***** Entries shown
#pragma once

#include "cw-render-private.h"

G_BEGIN_DECLS

/* The one-page report is laid out as a page scene (cw-report.c); its sections on couplings,
 * reaction geometry and notes are in cw-report-sections.c. */

typedef struct
{
  CwScene          *page;
  double            x, y, w; /* the current text column */
  GPtrArray        *sources; /* distinct source strings, borrowed; the index + 1 is the reference number */
  double            body;    /* body text size, points */
  double            small;   /* the source list's size */
  CwTemperatureUnit tunit;
} CwReport;

/* clang-format off */
/* Reference number of a source (added on first use); 0 for none. */
int    cw_report_source_ref   (CwReport *r, const char *source);
/* A wrapped paragraph across the column at y; returns its height. */
double cw_report_para         (CwReport *r, const char *markup, double size, CwInk ink, double y);
/* A section heading at r->y; returns its height. */
double cw_report_heading      (CwReport *r, const char *markup);

/* The document's notes, at most two lines, cut with an ellipsis; 0 when there are none. */
double cw_report_notes        (CwReport *r, const char *notes);
/* The couplings table, or `error` in its place when c is NULL. */
double cw_report_couplings    (CwReport *r, const CwCouplings *c, const char *error);
/* Reaction geometry: leaving groups, reactive fractions, alkenes, warnings and anti pairs. */
double cw_report_reactivity   (CwReport *r, const CwMolecule *mol, const CwReactivity *re, const char *error);
/* prefix (markup) followed by text (plain, white space collapsed), cut to at most max_lines lines
 * when wrapped at width and then ending in "…". Newly allocated markup. */
char  *cw_report_dup_truncated (const char *prefix, const char *text, double size, double width, int max_lines);
/* clang-format on */

G_END_DECLS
**********
Reproduce the listing word for word from its first line up to and including the line with "size, points */". Give no other lines.

* [Problem solution]
#pragma once

#include "cw-render-private.h"

G_BEGIN_DECLS

/* The one-page report is laid out as a page scene (cw-report.c); its sections on couplings,
 * reaction geometry and notes are in cw-report-sections.c. */

typedef struct
{
  CwScene          *page;
  double            x, y, w; /* the current text column */
  GPtrArray        *sources; /* distinct source strings, borrowed; the index + 1 is the reference number */
  double            body;    /* body text size, points */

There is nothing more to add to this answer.